Anecdotally, some folks have had problems with BLI and MTH, which you will see if you read these boards, but there are probably twice as many folks who swear by these brands. I'd say decide what your budget is, and see who makes a loco model and roadname that you want.


----------



## flysooner9 (Nov 25, 2014)

Thanks, about anything will be an upgrade from what I have now. Mostly cheap stuff from the late 90's. They're all noisy as all get out. I can't really start on my layout yet as we're building a new house but id like to start building my collection of quality locos and rolling stock.


----------



## flysooner9 (Nov 25, 2014)

Any personal recommendations for a good intro DCC? Don't think I need anything to fancy as my layout won't really be massive, but i do want the DCC capabilities.


----------



## Shadowplayer (Oct 31, 2014)

MTH locos are great. 

Boradway Limited, if you can afford them, are some of the best IMO

Although, I am very happy with my $45 Made In China Bachmann GP38-2. One of, no, its my best runner. Also my newest made engine.


----------



## flysooner9 (Nov 25, 2014)

Since I can't start on a layout yet here's something I did for the holidays. 

http://youtu.be/zFwvNKF2oEo


----------



## DavefromMD (Jul 25, 2013)

Bachmann makes a decent non sound DCC locomotive that you can get for under $60. I have 3 of them.

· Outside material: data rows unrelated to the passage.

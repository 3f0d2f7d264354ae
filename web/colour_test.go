package web

import (
	"math"
	"testing"
)

func TestDeviationScaleIsEvenOnBothSides(t *testing.T) {
	t.Parallel()
	p := NewPalettes()
	for name, pal := range map[string]Palette{"light": p.Light, "dark": p.Dark} {
		s := shades(pal.Deviation)
		if len(s) != scaleSteps {
			t.Fatalf("%s: %d shades, want %d", name, len(s), scaleSteps)
		}
		// 8-bit channels move L* by up to about 0.4; the gamut slack by less.
		const tolL = 0.9
		step := (s[255].lightness() - s[128].lightness()) / 127
		for i := 1; i < 128; i++ {
			a, b := s[128-i].lightness(), s[127+i].lightness()
			if math.Abs(a-b) > tolL {
				t.Errorf("%s: shades %d and %d: L* %.2f and %.2f differ", name, 128-i, 127+i, a, b)
			}
			if got := s[128+i].lightness() - s[128].lightness(); math.Abs(got-step*float64(i)) > tolL {
				t.Errorf("%s: L* after %d steps moved %.2f, want %.2f", name, i, got, step*float64(i))
			}
		}
		if math.Abs(s[255].lightness()-s[128].lightness()) < 50 {
			t.Errorf("%s: the scale spans too little lightness", name)
		}
	}
}

func TestMagnitudeScaleRises(t *testing.T) {
	t.Parallel()
	s := shades(cividis)
	if len(s) != scaleSteps {
		t.Fatalf("%d shades, want %d", len(s), scaleSteps)
	}
	for i := 8; i < len(s); i++ {
		if s[i].lightness() <= s[i-8].lightness() {
			t.Errorf("shade %d is not lighter than shade %d", i, i-8)
		}
	}
}

func TestBinFillsStandApartInGrey(t *testing.T) {
	t.Parallel()
	p := NewPalettes()
	for name, pal := range map[string]Palette{"light": p.Light, "dark": p.Dark} {
		for i := 1; i < len(pal.Bins); i++ {
			if d := mustHex(pal.Bins[i-1]).lightness() - mustHex(pal.Bins[i]).lightness(); d < 6 {
				t.Errorf("%s: fills %d and %d differ by L* %.1f, want at least 6", name, i-1, i, d)
			}
		}
	}
}

func TestLooksAreAllDifferent(t *testing.T) {
	t.Parallel()
	var classes []string
	for range 40 {
		classes = append(classes, "sellable")
	}
	for range 9 {
		classes = append(classes, "reject")
	}
	seen := map[BinLook]int{}
	for i, l := range LooksOf(append(classes, "untested")) {
		if j, ok := seen[l]; ok {
			t.Errorf("cells %d and %d look the same: %+v", j, i, l)
		}
		seen[l] = i
	}
}

func TestFromLChKnownColours(t *testing.T) {
	t.Parallel()
	// L*a*b* of sRGB primaries under D65, from the formulas of IEC 61966-2-1 and
	// CIE 15: red 53.24, 104.55, 40.0°; white 100, 0.
	for _, c := range []struct {
		l, c, h float64
		want    RGB
	}{{53.24, 104.55, 40.0, RGB{255, 0, 0}}, {100, 0, 0, RGB{255, 255, 255}}, {0, 0, 0, RGB{}}} {
		got, _ := fromLCh(c.l, c.c, c.h)
		for _, d := range []int{int(got.R) - int(c.want.R), int(got.G) - int(c.want.G), int(got.B) - int(c.want.B)} {
			if d < -2 || d > 2 {
				t.Errorf("L* %g: %v, want %v within 2", c.l, got, c.want)
			}
		}
	}
}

Walthers also has some under $60 DCC locomotives (no sound). I don't have any of those but I do have DC Walters and they run real well.

As for starter DCC systems, NCE Power Cab and DIgitrax Zephyr are 2 solid ones for a reasonable price.. 

Here are 2 places to look that have great prices and service. Many on here will vouche for them.

http://www.modeltrainstuff.com/

http://www.trainworld.com/


----------



## CTValleyRR (Jul 26, 2014)

flysooner9 said:


> Any personal recommendations for a good intro DCC? Don't think I need anything to fancy as my layout won't really be massive, but i do want the DCC capabilities.


I personally started with an MRC Prodigy Express, which I have since upgraded with a wireless conversion, a booster, and 3 additional cabs (handheld throttles). I have been very happy with it. It does everything I need it to, and in my opinion is the most user friendly system (I personally do not like thumb wheels, which rules out a lot of systems). Just my opinion, others will have other preferences.


----------